„To bezpieczna produkcja. Zakłady azotowe mają dużo terenu. Zapotrzebowanie na nitrocelulozę w Europie dzisiaj to jest ok. 27 tys. ton rocznie, z projekcją wzrostu do 44 tysięcy. Polska dziś w tym nie bierze udziału. Mamy zdolności do produkcji prochu, ale nie mamy zdolności do produkcji nitrocelulozy czy prochu wielobazowego. Musimy te zdolności zdobywać, żeby mogła się rozwijać Polska Grupa Zbrojeniowa i żeby móc zbudować fabrykę amunicji - podkreślił wicepremier Władysław Kosiniak-Kamysz.
Wicepremier dodał, że podczas wtorkowej Rady Ministrów zostanie przyjęta ustawa o budowie fabryki amunicji w Polsce. Państwo może wydać na inwestycję około 3miliardów złotych - dodał Minister Obrony Narodowej.
Grupa Azoty szacuje, że wytwórnia nitrocelulozy i prochu wielobazowego mogłaby powstać w Tarnowie w ciągu 3 lat.

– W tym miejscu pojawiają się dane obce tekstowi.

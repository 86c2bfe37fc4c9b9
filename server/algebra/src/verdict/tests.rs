//! Claims that must come out right: identities that hold, corrupted ones that fail, and ones that no budget lasts
//! for. What holds is in every textbook; sources stand beside the less common ones.

#![allow(clippy::unwrap_used, clippy::panic, clippy::indexing_slicing)]

mod build;
mod failures;
mod forms;
mod givens;
mod hostile;
mod identities;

Grupa Azoty nadal na gigantycznym minusie
Wyniki finansowe spółki za pierwsze półrocze tego roku są lepsze niż rok temu, ale nadal ujemne. Pod koniec września br. zadłużenie spółki wynosił około 10 mld złotych.
Sytuacja grupy jest bardzo trudna i wciąż trwa proces jej restrukturyzacji. Spółka szuka oszczędności wyprzedając majątek, tnąc koszty, ale przygotowuje się też do zmian. Prezes Adam Leszkiewicz otwarcie przyznawał, że Grupa musi przejść w najbliższym czasie transformacje, nie da się bowiem według niego, przy tej skali problemów utrzymać tego samego modelu działania. Spółka poza oszczędnościami szuka też nowych dróg, w których mogłaby rozwijać swoją działalność. Jednym z pomysłów jest właśnie produkcja komponentów do produkcji materiałów wybuchowych.

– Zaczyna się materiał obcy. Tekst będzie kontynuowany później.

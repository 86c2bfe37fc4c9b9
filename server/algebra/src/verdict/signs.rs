//! In how many places the outcome of a claim hangs on signs that are drawn: `\sqrt{f^2} = f` holds at every second
//! point, and no bound on degrees knows of that.

use super::{Claim, functions};
use crate::evaluation::needs::Needs;
use crate::expression::{Expression, MetricValues, World};

/// How many bits of error are asked for where signs are drawn.
const SIGN_BITS: u64 = 20;

/// The most draws for the sake of signs.
const MOST_DRAWS: u64 = 64;

/// For so many signs, one more each, the bits of one draw in thousandths, rounded down: a wrong claim is seen to be
/// wrong in one of `2^s` cases at least, and `-log2(1 - 2^-s)` bits are gained by a draw that does not see it.
const BITS_OF_A_DRAW: [u64; 6] = [1000, 415, 192, 93, 45, 22];

/// What signs ask for.
#[derive(Clone, Copy, Debug, PartialEq, Eq)]
pub(super) struct Signs {
    /// How many draws there must be in all.
    pub draws: usize,
    /// Thousandths of a bit for each draw; nothing if no signs are drawn.
    pub bits: Option<u64>,
}

impl Signs {
    /// Of the roots of even order and the absolute values of a claim, each counted once.
    pub fn of(claim: &Claim, needs: &Needs) -> Self {
        let mut found: Vec<&Expression> = Vec::new();
        let mut pending = functions::expressions(claim, needs);
        while let Some(expression) = pending.pop() {
            pending.extend(expression.parts());
            let of = match expression {
                Expression::Magnitude(of) => of,
                Expression::Power(of, exponent) if exponent.denominator() % 2 == 0 => of,
                _ => continue,
            };
            if !is_volume(of, &claim.world) && !found.contains(&expression) {
                found.push(expression);
            }
        }
        let Some(last) = found.len().checked_sub(1) else { return Self { draws: 0, bits: None } };
        let bits = BITS_OF_A_DRAW.get(last).or(BITS_OF_A_DRAW.last()).copied().unwrap_or(1);
        let draws = (1000 * SIGN_BITS).div_ceil(bits).min(MOST_DRAWS);
        Self { draws: usize::try_from(draws).unwrap_or_default(), bits: Some(bits) }
    }

    /// The bits of so many draws, at most those that are left without signs.
    pub fn bound(self, draws: usize, bits: u32) -> u32 {
        let most = |each: u64| u32::try_from(each.saturating_mul(draws as u64) / 1000).unwrap_or(u32::MAX);
        self.bits.map_or(bits, |each| bits.min(most(each)))
    }
}

/// Whether this is the determinant of a metric that is drawn, or its opposite, or its size: its sign is that of the
/// signature, and it is no square of anything that a claim can name.
fn is_volume(of: &Expression, world: &World) -> bool {
    match of {
        Expression::Determinant(metric) => {
            let values = world.metrics.get(*metric).map(|metric| &metric.values);
            values.is_some_and(|values| !matches!(values, MetricValues::Defined(_)))
        }
        Expression::Magnitude(of) => matches!(**of, Expression::Determinant(_)) && is_volume(of, world),
        Expression::Product(factors) => match &factors[..] {
            [Expression::Number(_), of] => matches!(of, Expression::Determinant(_)) && is_volume(of, world),
            _ => false,
        },
        _ => false,
    }
}
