//! How likely a wrong claim is to hold at a random point: a bound on the degrees of both sides.
//!
//! Each side is a quotient of polynomials in the coefficients that are drawn. By the lemma of Schwartz and Zippel a
//! polynomial of degree `d` that is not 0 vanishes at a random point modulo `p` with a chance of at most `d/p`
//! (Schwartz 1980, Zippel 1979; from memory). The bound is generous: sums are brought over the product of all
//! denominators, and each root multiplies the degree by its order, as the norm does.

use crate::evaluation::families::Families;
use crate::evaluation::needs::Needs;
use crate::expression::{Curvature, Expression, MetricValues, World};

/// A bound on the degrees of numerator and denominator, the same for all components.
#[derive(Clone, Copy, Debug, Default)]
struct Degree {
    upper: u64,
    lower: u64,
}

impl Degree {
    const fn new(upper: u64, lower: u64) -> Self {
        Self { upper, lower }
    }

    const fn times(self, other: Self) -> Self {
        Self::new(self.upper.saturating_add(other.upper), self.lower.saturating_add(other.lower))
    }

    fn plus(self, other: Self) -> Self {
        let upper = self.upper.saturating_add(other.lower).max(other.upper.saturating_add(self.lower));
        Self::new(upper, self.lower.saturating_add(other.lower))
    }

    const fn over(self, other: Self) -> Self {
        self.times(Self::new(other.lower, other.upper))
    }

    /// The quotient rule.
    const fn derived(self) -> Self {
        Self::new(self.upper.saturating_add(self.lower), self.lower.saturating_mul(2))
    }

    const fn scaled(self, factor: u64) -> Self {
        Self::new(self.upper.saturating_mul(factor), self.lower.saturating_mul(factor))
    }

    /// The determinant and the inverse of a matrix of such entries over their common denominator.
    const fn determinant(self, rows: u64) -> Self {
        self.scaled(rows)
    }

    const fn inverse(self, rows: u64) -> Self {
        let numerator = self.lower.saturating_add(self.upper.saturating_mul(rows.saturating_sub(1)));
        Self::new(numerator, self.upper.saturating_mul(rows))
    }
}

/// The world in one dimension, and what has been found of its definitions.
struct Bounds<'a> {
    world: &'a World,
    families: &'a Families,
    definitions: Vec<Degree>,
    /// The product of the orders of all roots.
    roots: u64,
}

/// A bound on the degree of the polynomial that vanishes where the two sides agree.
pub(super) fn bound(
    (left, right): (&Expression, &Expression),
    world: &World,
    needs: &Needs,
    families: &Families,
) -> u64 {
    let mut bounds = Bounds { world, families, definitions: Vec::new(), roots: 1 };
    for (definition, need) in world.definitions.iter().zip(&needs.definitions) {
        // What is not used is not known to be shallow.
        let degree = need.map_or(Degree::default(), |_| bounds.of(&definition.body));
        bounds.definitions.push(degree);
    }
    let (left, right) = (bounds.of(left), bounds.of(right));
    let mut difference = left.plus(right);
    if needs.sized {
        // Each order in the size of small fields is a derivative more.
        difference = (0..world.order_compared()).fold(difference, |degree, _| degree.derived());
    }
    difference.upper.saturating_mul(bounds.roots).max(1)
}

impl Bounds<'_> {
    fn of(&mut self, expression: &Expression) -> Degree {
        match expression {
            Expression::Number(_) | Expression::Imaginary | Expression::Dimension(_) | Expression::Delta(_) => {
                Degree::default()
            }
            Expression::Field { field, slots } => {
                let own = Degree::new(1, 0);
                let traceless = self.world.fields.get(*field).is_some_and(|field| field.traceless);
                let moved = slots.iter().fold(own, |degree, index| degree.times(self.moving(index.family)));
                if traceless {
                    moved.times(self.moving(slots.first().map_or(0, |index| index.family)).scaled(2))
                } else {
                    moved
                }
            }
            Expression::Coordinate(index) => Degree::new(1, 0).times(self.moving(index.family)),
            Expression::Defined { definition, slots } => {
                let own = self.group(*definition);
                slots.iter().fold(own, |degree, index| degree.times(self.moving(index.family)))
            }
            Expression::Metric { metric, .. } => self.metric(*metric).plus(self.inverse_metric(*metric)),
            Expression::Determinant(metric) => self.metric(*metric).determinant(self.rows(*metric)),
            Expression::Epsilon { metric, .. } => metric.map_or(Degree::default(), |metric| {
                self.roots = self.roots.saturating_mul(2);
                self.metric(metric)
                    .determinant(self.rows(metric))
                    .times(self.inverse_metric(metric).scaled(self.rows(metric)))
            }),
            Expression::Christoffel { metric, .. } => self.connection(*metric),
            Expression::Curvature { metric, kind, slots } => {
                let connection = self.connection(*metric);
                let riemann = connection.derived().plus(connection.scaled(2));
                let traced = riemann.times(self.inverse_metric(*metric)).times(self.metric(*metric));
                let own = match kind {
                    Curvature::Riemann | Curvature::Ricci => riemann,
                    Curvature::Scalar => traced,
                    Curvature::Einstein => riemann.plus(traced),
                    Curvature::Weyl => riemann.plus(traced.scaled(2)),
                };
                slots.iter().fold(own, |degree, index| degree.times(self.moving(index.family)))
            }
            Expression::Sum(terms) => terms.iter().map(|term| self.of(term)).reduce(Degree::plus).unwrap_or_default(),
            Expression::Product(factors) => {
                factors.iter().fold(Degree::default(), |degree, factor| degree.times(self.of(factor)))
            }
            Expression::Quotient(over, under) => self.of(over).over(self.of(under)),
            Expression::Power(of, exponent) => {
                let order = u64::try_from(exponent.denominator()).unwrap_or(u64::MAX);
                self.roots = self.roots.saturating_mul(order);
                let size = u64::try_from(exponent.numerator().unsigned_abs()).unwrap_or(u64::MAX);
                let power = self.of(of).scaled(size);
                if exponent.numerator() < 0 { Degree::default().over(power) } else { power }
            }
            Expression::Magnitude(of) => self.of(of),
            Expression::Function(_, of) => Degree::new(2, 2).times(self.of(of)),
            Expression::Partial(index, of) => self.of(of).derived().times(self.moving(index.family)),
            Expression::Covariant { metric, of, .. } => {
                let of = self.of(of);
                of.derived().plus(of.times(self.connection(*metric))).times(self.inverse_metric(*metric))
            }
            Expression::Vary { of, .. } => self.of(of).derived(),
            Expression::Det(of, _) => self.of(of).determinant(self.largest()),
            Expression::Inverse(of, ..) => self.of(of).inverse(self.largest()),
            Expression::Adjugate(of, ..) => self.of(of).determinant(self.largest()),
        }
    }

    /// The number of rows of a matrix is not known here: that of the largest family.
    fn largest(&self) -> u64 {
        (0..self.world.families.len()).filter_map(|family| self.families.size(family).ok()).max().unwrap_or(1) as u64
    }

    fn group(&self, definition: usize) -> Degree {
        let members = Families::group(self.world, definition);
        let degree = |member: &usize| self.definitions.get(*member).copied().unwrap_or_default();
        members.iter().map(degree).reduce(Degree::plus).unwrap_or_default()
    }

    fn metric(&self, metric: usize) -> Degree {
        match self.world.metrics.get(metric).map(|metric| &metric.values) {
            Some(MetricValues::Defined(definition)) => self.group(*definition),
            // Its values are products of two drawn matrices.
            _ => Degree::new(2, 0),
        }
    }

    fn rows(&self, metric: usize) -> u64 {
        let family = self.world.metrics.get(metric).map_or(0, |metric| metric.family);
        self.families.size(family).unwrap_or(1) as u64
    }

    fn inverse_metric(&self, metric: usize) -> Degree {
        self.metric(metric).inverse(self.rows(metric))
    }

    fn connection(&self, metric: usize) -> Degree {
        self.inverse_metric(metric).times(self.metric(metric).derived())
    }

    /// What bringing one slot of a family to the other level may add.
    fn moving(&self, family: usize) -> Degree {
        self.families
            .metric(family)
            .map_or(Degree::default(), |metric| self.inverse_metric(metric).plus(self.metric(metric)))
    }
}
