impl Worker {
    /// A worker with nothing to do yet.
    pub fn new(events: SyncSender<Event>, outbox: Arc<Outbox>, pool: ThreadPool, judges: ThreadPool) -> Self {
        Self {
            events,
            outbox,
            client: Client::default(),
            settings: Arc::default(),
            disk: Arc::default(),
            scopes: Scopes::default(),
            documents: BTreeMap::new(),
            papers: Vec::new(),
            keys: BTreeMap::new(),
            wrong: Vec::new(),
            configurations: BTreeMap::new(),
            told: Vec::new(),
            folder: PathBuf::new(),
            pool: Arc::new(pool),
            judges: Arc::new(judges),
            works: 0,
        }
    }

    /// Works until the session ends.
    pub fn run(mut self, events: &Receiver<Event>) {
        loop {
            let event = match self.next_due() {
                None => events.recv().map_err(|_| RecvTimeoutError::Disconnected),
                Some(due) => events.recv_timeout(due.saturating_duration_since(Instant::now())),
            };
            match event {
                Ok(Event::Shutdown) | Err(RecvTimeoutError::Disconnected) => return,
                Ok(event) => self.take_caught(event),
                Err(RecvTimeoutError::Timeout) => {}
            }
            loop {
                match events.try_recv() {
                    Ok(Event::Shutdown) | Err(TryRecvError::Disconnected) => return,
                    Ok(event) => self.take_caught(event),
                    Err(TryRecvError::Empty) => break,
                }
            }
            self.start_what_is_due();
        }
    }

    /// When something is to be done without anything happening.
    fn next_due(&self) -> Option<Instant> {
        let due = self.papers.iter().flat_map(|paper| {
            let reading = paper.due.filter(|_| paper.reading.is_none());
            let judging = paper.steps_due.filter(|_| paper.judging.is_none());
            let lasts = self.client.progress && paper.is_first_read();
            [reading, judging, lasts.then(|| paper.since + PATIENCE)]
        });
        due.flatten().min()
    }

    /// A panic here would be a bug of ours; what happened is lost, and the session goes on.
    fn take_caught(&mut self, event: Event) {
        if let Err(cause) = panics::caught(|| self.take(event)) {
            self.trouble(&format!("internal error: {cause}"));
        }
    }

    fn take(&mut self, event: Event) {
        match event {
            Event::Begin { client, folder, settings } => {
                (self.client, self.folder) = (client, folder);
                self.set(&settings);
            }
            Event::Ready => self.ready(),
            Event::Open { uri, language, version, text } => self.open(uri, &language, version, &text),
            Event::Change { uri, version, changes } => self.change(&uri, version, &changes),
            Event::Close(uri) => {
                if let Some(document) = self.documents.remove(&uri) {
                    self.regroup(&Touched::Text(uri, document.path));
                }
            }
            Event::Files => self.regroup(&Touched::Everything),
            Event::Settings(section) if section.is_null() && self.client.has_settings => {
                self.outbox.put(Note::AskSettings);
            }
            Event::Settings(section) | Event::SettingsAnswered(section) => self.set(&section),
            Event::Ask(question) => self.ask(question),
            Event::AskAll(task) => self.ask_all(task),
            Event::Apply(label, edit) => self.outbox.put(Note::Apply(label, *edit)),
            Event::Read { key, revision, result, memory } => {
                if let Some(paper) = self.papers.iter_mut().find(|paper| paper.key == key) {
                    paper.memory = memory;
                }
                self.was_read(&key, revision, result);
            }
            Event::Verdicts { key, revision, result } => self.was_judged(&key, revision, result),
            Event::Trouble(cause) => self.trouble(&cause),
            Event::Shutdown => {}
        }
    }

    fn ready(&self) {
        let registrations = super::registrations(&self.client);
        if !registrations.is_empty() {
            self.outbox.put(Note::Register(registrations));
        }
        if self.client.has_settings {
            self.outbox.put(Note::AskSettings);
        }
    }

    /// Says once what went wrong, and logs it every time.
    pub(super) fn trouble(&mut self, cause: &str) {
        self.outbox.put(Note::Log(MessageType::ERROR, cause.to_owned()));
        if !self.told.iter().any(|told| told == cause) {
            self.told.push(cause.to_owned());
            self.outbox.put(Note::Show(MessageType::ERROR, cause.to_owned()));
        }
    }

    fn set(&mut self, section: &Value) {
        let (settings, wrong) = Settings::read(section);
        for cause in wrong {
            self.outbox.put(Note::Show(MessageType::WARNING, cause));
        }
        if settings == *self.settings {
            return;
        }
        self.settings = Arc::new(settings);
        let now = Instant::now();
        self.papers.iter_mut().for_each(|paper| paper.moved(now));
    }

    fn open(&mut self, uri: Url, language: &str, version: i32, text: &str) {
        let path = documents::path_of(&uri, &self.folder);
        let host = documents::host(language, &path);
        self.documents.insert(uri.clone(), Document::new(uri.clone(), path.clone(), host, version, text));
        self.regroup(&Touched::Text(uri, path));
    }

    fn change(&mut self, uri: &Url, version: i32, changes: &[TextDocumentContentChangeEvent]) {
        let Some(document) = self.documents.get_mut(uri) else {
            return self.trouble(&format!("{uri} was changed and is not open"));
        };
        let replaced: Vec<_> = changes.iter().map(|change| document.apply(change, self.client.encoding)).collect();
        document.version = version;
        let (path, due) = (document.path.clone(), Instant::now() + SILENCE);
        for paper in self.papers.iter_mut().filter(|paper| paper.holds(&path)) {
            paper.move_held(&path, &replaced);
            paper.moved(due);
        }
    }

    fn start_what_is_due(&mut self) {
        let now = Instant::now();
        let is_due = |due: Option<Instant>| due.is_some_and(|due| due <= now);
        for at in 0..self.papers.len() {
            let Some(paper) = self.papers.get(at) else { return };
            // A question that waits needs no silence.
            let due = is_due(paper.due) || paper.due.is_some() && !paper.held.is_empty();
            let reads = due && paper.reading.is_none();
            let judges = is_due(paper.steps_due) && paper.judging.is_none();
            let lasts = self.client.progress && paper.is_first_read() && paper.since + PATIENCE <= now;
            if reads {
                self.start_reading(at);
            }
            if judges {
                self.start_judging(at);
            }
            if lasts {
                self.show_progress(at);
            }
        }
    }

    fn start_reading(&mut self, at: usize) {
        let open = self.open_texts();
        let (settings, client, disk) = (self.settings.clone(), self.client, self.disk.clone());
        let Some(paper) = self.papers.get_mut(at) else { return };
        let (key, scope, revision, cancel) = (paper.key.clone(), paper.scope.clone(), paper.now(), Cancel::default());
        paper.due = None;
        paper.reading = Some((revision, cancel.clone()));
        let memory = std::mem::take(&mut paper.memory);
        let events = self.events.clone();
        self.pool.spawn(move || {
            let order = Order { key, scope, settings, client, open, disk };
            let (result, memory) = reading::read(&order, *memory, &cancel);
            let result = result.map(|picture| picture.map(Box::new));
            // When the worker is gone the session has ended.
            let _ = events.send(Event::Read { key: order.key, revision, result, memory: Box::new(memory) });
        });
    }

    pub(super) fn open_texts(&mut self) -> Vec<OpenText> {
        let texts = self.documents.values_mut().map(|document| OpenText {
            uri: document.uri.clone(),
            path: document.path.clone(),
            version: document.version,
            text: document.text(),
        });
        texts.collect()
    }

    fn start_judging(&mut self, at: usize) {
        let Some(paper) = self.papers.get_mut(at) else { return };
        paper.steps_due = None;
        let Some(known) = paper.current().cloned() else { return };
        let (key, revision, cancel) = (paper.key.clone(), paper.now(), Cancel::default());
        paper.judging = Some((revision, cancel.clone()));
        let events = self.events.clone();
        self.judges.spawn(move || {
            let result = known.picture.judge(&cancel);
            let _ = events.send(Event::Verdicts { key, revision, result });
        });
    }

    fn show_progress(&mut self, at: usize) {
        let Some(paper) = self.papers.get_mut(at) else { return };
        let (ends, ended) = oneshot::channel();
        paper.progress = Some(ends);
        self.works += 1;
        let name = paper.key.root.file_name().unwrap_or_default().to_string_lossy().into_owned();
        self.outbox.put(Note::Work(format!("indexwise-{}", self.works), format!("Reading {name}"), ended));
    }

    fn was_read(&mut self, key: &PaperKey, revision: u64, result: Result<Option<Box<Picture>>, String>) {
        let Some(at) = self.papers.iter().position(|paper| paper.key == *key) else { return };
        let Some(paper) = self.papers.get_mut(at) else { return };
        paper.reading = None;
        if paper.now() != revision {
            return;
        }
        let picture = match result {
            Ok(Some(picture)) => Arc::new(*picture),
            Ok(None) => return paper.due = Some(Instant::now()),
            Err(cause) => {
                std::mem::take(&mut paper.held).into_iter().for_each(|held| held.refuse(Refusal::Unknown));
                paper.progress = None;
                return self.trouble(&cause);
            }
        };
        let elsewhere = paper.asked.replace(picture.asked.clone()).is_some_and(|before| before != picture.asked);
        let judges = self.settings.steps != StepMode::Off;
        let before = paper.known.as_ref().filter(|(_, known)| judges && known.picture.settings == picture.settings);
        let analysis = match before {
            Some((_, before)) => carried(before, &picture),
            None => picture.balance.clone(),
        };
        let judged = Judged { analysis, picture, complete: !judges };
        let before = paper.known.replace((revision, judged));
        paper.progress = None;
        paper.steps_due = judges.then(|| Instant::now() + SILENCE_BEFORE_STEPS);
        self.publish(at);
        self.answer_held(at);
        // A picture is large, and whoever waits for the new one need not wait until the old one is cleared away.
        self.pool.spawn(move || drop(before));
        if elsewhere {
            self.regroup(&Touched::Nothing);
        }
    }

    fn was_judged(
        &mut self,
        key: &PaperKey,
        revision: u64,
        result: Result<Option<indexwise_checker::paper::Analysis>, String>,
    ) {
        let Some(at) = self.papers.iter().position(|paper| paper.key == *key) else { return };
        let Some(paper) = self.papers.get_mut(at) else { return };
        paper.judging = None;
        let current = paper.now() == revision;
        let Some((_, known)) = paper.known.as_mut().filter(|_| current) else { return };
        match result {
            Ok(Some(analysis)) => {
                (known.analysis, known.complete) = (Arc::new(analysis), true);
                self.publish(at);
                self.refresh();
            }
            Ok(None) => {}
            Err(cause) => self.trouble(&cause),
        }
    }

    /// What depends on verdicts is asked for again.
    fn refresh(&self) {
        if self.client.refreshes_lenses {
            self.outbox.put(Note::RefreshLenses);
        }
        if self.client.refreshes_hints && self.settings.hints {
            self.outbox.put(Note::RefreshHints);
        }
    }

    fn ask(&mut self, question: Question) {
        let Some(document) = self.documents.get(&question.uri) else {
            return (question.task)(Err(Refusal::Unknown));
        };
        let places = question.places.iter().map(|place| document.offset(*place, self.client.encoding));
        let held = Held { offsets: places.collect(), path: document.path.clone(), question };
        let Some(at) = self.paper_of(&held.path) else { return held.refuse(Refusal::Unknown) };
        let Some(paper) = self.papers.get_mut(at) else { return held.refuse(Refusal::Unknown) };
        let waits = paper.reading.is_some() || paper.due.is_some();
        paper.held.push(held);
        if paper.current().is_some() {
            self.answer_held(at);
        } else if !waits {
            // The paper could not be read, and nothing has changed since.
            std::mem::take(&mut paper.held).into_iter().for_each(|held| held.refuse(Refusal::Unknown));
        }
    }

    /// The paper that an open text is checked in.
    fn paper_of(&self, path: &Path) -> Option<usize> {
        let key =
            self.documents.values().find(|document| document.path == path).and_then(|one| self.keys.get(&one.uri))?;
        self.papers.iter().position(|paper| paper.key == *key)
    }

    fn answer_held(&mut self, at: usize) {
        let Some(paper) = self.papers.get_mut(at) else { return };
        let Some(judged) = paper.current().cloned() else { return };
        for held in std::mem::take(&mut paper.held) {
            let Some(document) = judged.picture.document(&held.path) else {
                held.refuse(Refusal::Unknown);
                continue;
            };
            let Held { question, offsets, .. } = held;
            let look = Look {
                judged: judged.clone(),
                document,
                uri: question.uri,
                offsets,
                revision: paper.revision.clone(),
                at: paper.now(),
            };
            let events = self.events.clone();
            self.pool.spawn(move || {
                if let Err(cause) = panics::caught(|| (question.task)(Ok(look))) {
                    let _ = events.send(Event::Trouble(format!("internal error while answering: {cause}")));
                }
            });
        }
    }

    fn ask_all(&self, task: super::event::AllTask) {
        let known = self.papers.iter().filter_map(|paper| Some(paper.known.as_ref()?.1.clone())).collect();
        let events = self.events.clone();
        self.pool.spawn(move || {
            if let Err(cause) = panics::caught(|| task(known)) {
                let _ = events.send(Event::Trouble(format!("internal error while answering: {cause}")));
            }
        });
    }
}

Minister Aktywów Państwowych Jakub Jaworski zapewnił w siedzibie Grupy Azoty, że rząd oraz dyplomacja pracują nad wprowadzaniem cła na nawozy z Rosji. Jednym z powodów ogromnych problemów finansowych Grupy Azoty jest napływ do Polski tanich nawozów z Rosji i Białorusi. Pracownicy azotów z całej Polski planują w środę w tej sprawie akcje protestacyjną. Minister Aktywów Państwowych Jakub Jaworski zapewniał, że rząd jest zdeterminowany żeby walczyć z importem rosyjskich nawozów. Bo jak dodał minister Jaworski "80 procent ceny nawozów to jest cena gazu".
"To co robi Rosja i Białoruś w zasadzie można, nie bójmy się tego określenia, wpisać w taką wojnę hybrydową z Polską, ale w ogóle z całą Europą. Bo nie mogą eksportować gazu to eksportują po dumpingowych cenach nawozy. I to się musi skończyć. Naszym celem są cła. Będziemy pracowali nad tym żeby one wynosiły 30 - 40 procent. Niestety prawdopodobnie drogą sankcyjną nie bylibyśmy w stanie wiele wskórać. Bo tam jest potrzebna jednomyślność, a tej jednomyślności nie będzie. Także idziemy najbardziej pragmatyczną ścieżką. Tak żeby zapewnić bezpieczeństwo żywnościowe i tak żeby Azoty mogły wyjść z tej trudnej sytuacji, w której się znalazły". - podkreślał minister Jaworski.